# engine-axle gun



## Consuelo06

Alguien me puede ayudar con el significado de esto por favor? Qué tipo de arma es?

engine-axle gun 
 
Gracias


----------



## PSIONMAN

Consuelo06 said:
			
		

> Alguien me puede ayudar con el significado de esto por favor? Qué tipo de arma es?
> 
> engine-axle gun
> 
> Gracias



Never heard of it. What's the context?


----------



## Consuelo06

It's a part of a very old document of the Mexican war, The front page of The New York Times, Nov.,6, 1913. 

One well placed and lucky shot from an engine-axle gun struck an armoured automobile belonging to the Federals and knocked it into junk. A detachment of a hundred cavalry had upward of a hundred shells fired at it from an elevation while it was marching across an open and unprotected stretch of country,


----------



## rholt

probably some sort of wheeled howizter. engine-axle seems to refer more to the origin of the axle than the type of gun.
But I don't know a word for howizter in Spanish. Any takers?


----------



## Consuelo06

Thank you Richard, do you have a word in spanish for wheeled howizter?

Thanks for your help.

Consuelo


----------



## rholt

I found Howitzer,  Obús; 
here 
Technical English - Spanish Vocabulary
Howitzer, Obús. Hoy, Buque costero; powder hoy, barcaza polvorín. hp, hp, ( Mecánica ) See : Horsepower. Hr (hour), Hora. hr, hr, ( Mecánica ) See : Hour . ...


----------



## Consuelo06

Thank you Richard, I can't find the meaning of Obús. Anyway, I have to find some other meaning in spanish to say exactly what they meant in this article. 

Thanks for your help.


----------



## psicutrinius

"HOWITZER" = "OBÚS"

This is a ballistic trajectory gun, that is, one that does not fire straight along the line of sight, as tank (and anti-tank), and flak guns do.

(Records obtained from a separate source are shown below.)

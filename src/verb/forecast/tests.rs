use super::*;

use crate::engine::Attempt;
use crate::engine::Engine;
use crate::engine::coupling;
use crate::observer::Silent;
use crate::quantity::SampleIndex;
use crate::sample::Configuration;
use crate::statistics::Known;
use crate::stream::Address;

fn plan(tables: &str) -> Plan {
    let text = format!("title = \"Larkmoor pilot\"\nseed = {{ phrase = \"Larkmoor\" }}\n{tables}");
    Plan::read(text.as_bytes(), &mut |name| Err(Error::missing(name, "a file"))).unwrap()
}

fn ising(lattice: &str, beta: &str) -> String {
    format!("[[ensemble]]\nlaw = \"ising\"\nlattice = {{ {lattice} }}\nbeta = {beta}\nsamples = 100\n")
}

/// An engine whose sample `t` has the coupling time `t`, and which counts the sweeps that it is asked for.
#[derive(Default)]
struct Counting {
    sweeps: f64,
}

impl Engine for Counting {
    fn attempt(&mut self, address: &Address, depth: u8, _: &Stop) -> Result<Attempt> {
        let sweeps = 1u64 << depth;
        self.sweeps += sweeps as f64;
        Ok(Attempt {
            merged_at: sweeps.checked_sub(address.sample.0),
            words: 0,
        })
    }

    fn bounds(&self) -> [Configuration; 2] {
        [false, true].map(|bit| Configuration::pack(&[bit]))
    }
}

/// What draws cost is what `coupling::draw` asks an engine for: here in sweeps, over coupling times from 1 to 40, each
/// as likely as the others.
#[test]
fn the_price_of_a_draw_is_that_of_the_attempts_it_makes() {
    let mut prices = Prices::default();
    prices.add(Turn::First, 3, 8.0);
    let beyond = |time: u64| 1.0 - time.min(40) as f64 / 40.0;
    for limit in [2, 5, 6, 62] {
        for first_depth in 0..=8u8.min(limit) {
            let mut engine = Counting::default();
            for time in 1..=40 {
                let address = Address {
                    seed: Seed(Digest([0; 32])),
                    key: Digest([0; 32]),
                    sample: SampleIndex(time),
                };
                coupling::draw(&mut engine, &address, first_depth, limit, &Stop::default()).unwrap();
            }
            let told = seconds(&prices, first_depth, limit, beyond);
            assert!(
                (told - engine.sweeps / 40.0).abs() < 1e-9,
                "from {first_depth} to {limit}: {told}"
            );
        }
    }
}

#[test]
fn prices_are_medians_and_grow_with_the_sweeps() {
    let mut prices = Prices::default();
    assert_eq!(prices.seconds(Turn::First, 5), 0.0);
    for seconds in [9.0, 1.0, 2.0] {
        prices.add(Turn::First, 4, seconds);
    }
    prices.add(Turn::Longer, 6, 5.0);
    prices.add(Turn::Longer, 8, 24.0);
    assert_eq!(prices.seconds(Turn::First, 4), 2.0);
    assert_eq!(prices.seconds(Turn::First, 7), 16.0);
    assert_eq!(prices.seconds(Turn::Longer, 5), 2.5);
    assert_eq!(prices.seconds(Turn::Longer, 9), 48.0);
    assert_eq!(prices.seconds(Turn::Shorter, 3), 1.0, "not measured: as the first one");
}

/// A clock that stands still: there is time for everything, and whatever is enough ends it.
struct Still;

impl Clock for Still {
    fn utc(&self) -> String {
        String::new()
    }

    fn elapsed(&self) -> Duration {
        Duration::ZERO
    }

    fn busy(&self) -> Duration {
        Duration::ZERO
    }
}

fn told(plan: &Plan, end: u64) -> Result<Forecast> {
    let request = Request {
        plan,
        settings: Settings {
            threads: Some(2),
            ..Settings::default()
        },
        threads: None,
        end: Duration::from_secs(end),
    };
    forecast(&request, &Still, &Silent, &Stop::default())
}

/// The same pilot has the same trials, whatever else is in the plan but its other words; another plan has others.
#[test]
fn a_pilot_is_repeated_by_its_seed_alone() {
    let film = ising("kind = \"hypercubic\", extents = [6, 6]", "0.35");
    let one = told(&plan(&film), 60).unwrap();
    let again = told(&plan(&film), 60).unwrap();
    assert_eq!(one.ensembles[0].coupling_time, again.ensembles[0].coupling_time);
    let other = told(&plan(&film.replace("100", "101")), 60).unwrap();
    assert_ne!(one.ensembles[0].coupling_time, other.ensembles[0].coupling_time);
    let run = plan(&film).seed_rule().seed().unwrap();
    assert_ne!(pilot_seed(&plan(&film)).unwrap(), run);
}

#[test]
fn without_time_nothing_is_said_and_nothing_is_found_against_it() {
    let nothing = told(&plan(&ising("kind = \"hypercubic\", extents = [6, 6]", "[0.1, 2]")), 0).unwrap();
    for outlook in &nothing.ensembles {
        assert_eq!((&outlook.basis, outlook.trials), (&Basis::Nothing, 0));
        assert_eq!(outlook.core_seconds, Figure::Unknown);
        assert!(outlook.obstacles.is_empty());
    }
    assert_eq!(nothing.core_seconds, Figure::MoreThan(0.0));
}

#[test]
fn a_request_to_stop_ends_it() {
    let request = Request {
        plan: &plan(&ising("kind = \"hypercubic\", extents = [6, 6]", "0.1")),
        settings: Settings::default(),
        threads: None,
        end: Duration::from_secs(60),
    };
    let stop = Stop::at(Arc::new(AtomicBool::new(true)));
    let error = forecast(&request, &Still, &Silent, &stop).unwrap_err();
    assert_eq!(error.code(), "stopped");
}

#[test]
fn a_sum_with_a_bound_in_it_is_a_bound() {
    let about = |middle: f64| {
        Figure::About(Estimate {
            low: middle / 2.0,
            middle,
            high: middle * 2.0,
        })
    };
    assert_eq!(Figure::sum([about(2.0), about(4.0)].into_iter()), about(6.0));
    assert_eq!(
        Figure::sum([about(2.0), Figure::MoreThan(1.0)].into_iter()),
        Figure::MoreThan(3.0)
    );
    assert_eq!(
        Figure::sum([Figure::Unknown, about(2.0)].into_iter()),
        Figure::MoreThan(2.0)
    );
    assert_eq!(Figure::Unknown.scaled(2.0), Figure::Unknown);
}

/// By hand: halves and quarters keep their parity (an odd cycle stays one), short axes stay as they are.
#[test]
fn smaller_lattices_are_of_the_same_kind() {
    let extents = |lattice: &str, beta: &str, factor: u32| {
        let plan = plan(&ising(lattice, beta));
        smaller::reduced(plan.ensembles()[0].law(), factor).map(|(regular, _)| regular.extents().to_vec())
    };
    let square = |text: &str| format!("kind = \"hypercubic\", extents = {text}");
    assert_eq!(extents(&square("[64, 64]"), "0.4", 4), Some(vec![16, 16]));
    assert_eq!(extents(&square("[33, 64]"), "0.4", 2), Some(vec![17, 32]));
    assert_eq!(extents(&square("[4, 1000]"), "0.4", 8), Some(vec![4, 126]));
    assert_eq!(extents(&square("[16, 16]"), "0.4", 8), None);
    assert_eq!(extents(&square("[6, 6]"), "0.4", 2), None);
    assert_eq!(
        extents("kind = \"honeycomb\", extents = [32, 32]", "\"critical\"", 2),
        Some(vec![16, 16])
    );
}

#[test]
fn limits_are_held_against_the_law_of_coupling_times() {
    let plan = plan(&ising("kind = \"hypercubic\", extents = [6, 6]", "0.35").replace("100", "100\ndepth_limit = 6"));
    let ensemble = &plan.ensembles()[0];
    let mut pilot = Pilot::new(EnsembleIndex(0), ensemble);
    let obstacle = |times: &[Known], pilot: &Pilot<'_>| {
        obstacle::of(ensemble, pilot, Fit::new(times, 36).as_ref())
            .iter()
            .map(Obstacle::code)
            .collect::<Vec<_>>()
    };
    assert!(obstacle(&[Known::Exactly(5); 40], &pilot).is_empty());
    assert_eq!(obstacle(&[Known::Exactly(50); 40], &pilot), ["depth_limit"]);
    pilot.trials.failed = Some((5, 36));
    assert!(
        obstacle(&[], &pilot).is_empty(),
        "the pilot went less far than a run would"
    );
    pilot.trials.failed = Some((6, 36));
    assert_eq!(obstacle(&[], &pilot), ["depth_limit"]);
    pilot.doubt = Some(Doubt::Cold);
    assert_eq!(obstacle(&[], &pilot), ["cold", "depth_limit"]);
}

The howitzer shoots grenades (or shells), but there is a very common misunderstanding in Spain (or is it in Spanish?), which confounds "obús" with "grenade".

So,you can see headlines such as "la artillería israelí lanzó obuses durante toda la noche", which is supposed to mean that "the Israeli artillery shelled the place along the whole night", but which actually means "The Israeli artillery threw howitzers around during the whole night".

They might throw hummers as well... And, how do they throw howitzers around?


----------



## psicutrinius

Un "obús sobre ruedas" sería un "obús remolcado" (hoy en día), como diferencia respecto a un "obús autopropulsado", que (sigo con el hoy en día), estaría montado sobre un chasis y con orugas (como los tanques), y no sobre ruedas.

En el contexto de la época, sin embargo, probablemente se refieran a un "obús autopropulsado sobre ruedas" (es decir, montado sobre un vehículo de ruedas), o bien (como "engendro improvisado"), a un obús originalmente remolcado al que se le adaptó un motor y una transmisión (aunque no acabo de entender cómo se consiguió tal cosa), para poder cambiarlo de posición más rápidamente (quiero decir para moverlo unos metros, sin necesidad de remolcarlo, no para trasladarlo ninguna distancia apreciable).

EDITO (Inspiración relámpago):

En este contexto, podría ser un obús inicialmente fijo, que fue montado sobre un eje (axle) de transmisión de probablemente un camión, para dotarle improvisadamente de ruedas y poderlo remolcar.

Los cañones (a menos que sean de muy gran calibre), si son remolcados, suelen estar montados sobre dos ruedas (un eje). Como ocurre con bastantes "carts" para remolcar, sobre todo si son de peso relativamente elevado, se les puede dotar de un eje trasero de camión desguazado (un "axle") incluso de rueda doble, que tiene resistencia más que suficiente.

Esta sería una descripción que me parece adecuada de un "axle-mounted gun" en este contexto


----------



## Consuelo06

Excelente explicación. Muchísimas gracias por su aportación Psicutrinius. Lo que no sabría decir es que si en ese tiempo existían ese tipo de artefactos para disparar, de tal manera que le dispararon al automóvil y lo dejaron convertido en basura.

Richard, Thanks for your help again.


----------



## psicutrinius

La raza humana es lo que es, y por tanto, sí existían, Consuelo.

No apuntaban por laser ni estaban controlados por ordenador, pero los había...


----------



## Consuelo06

Excelente, muchas gracias por tu ayuda.


----------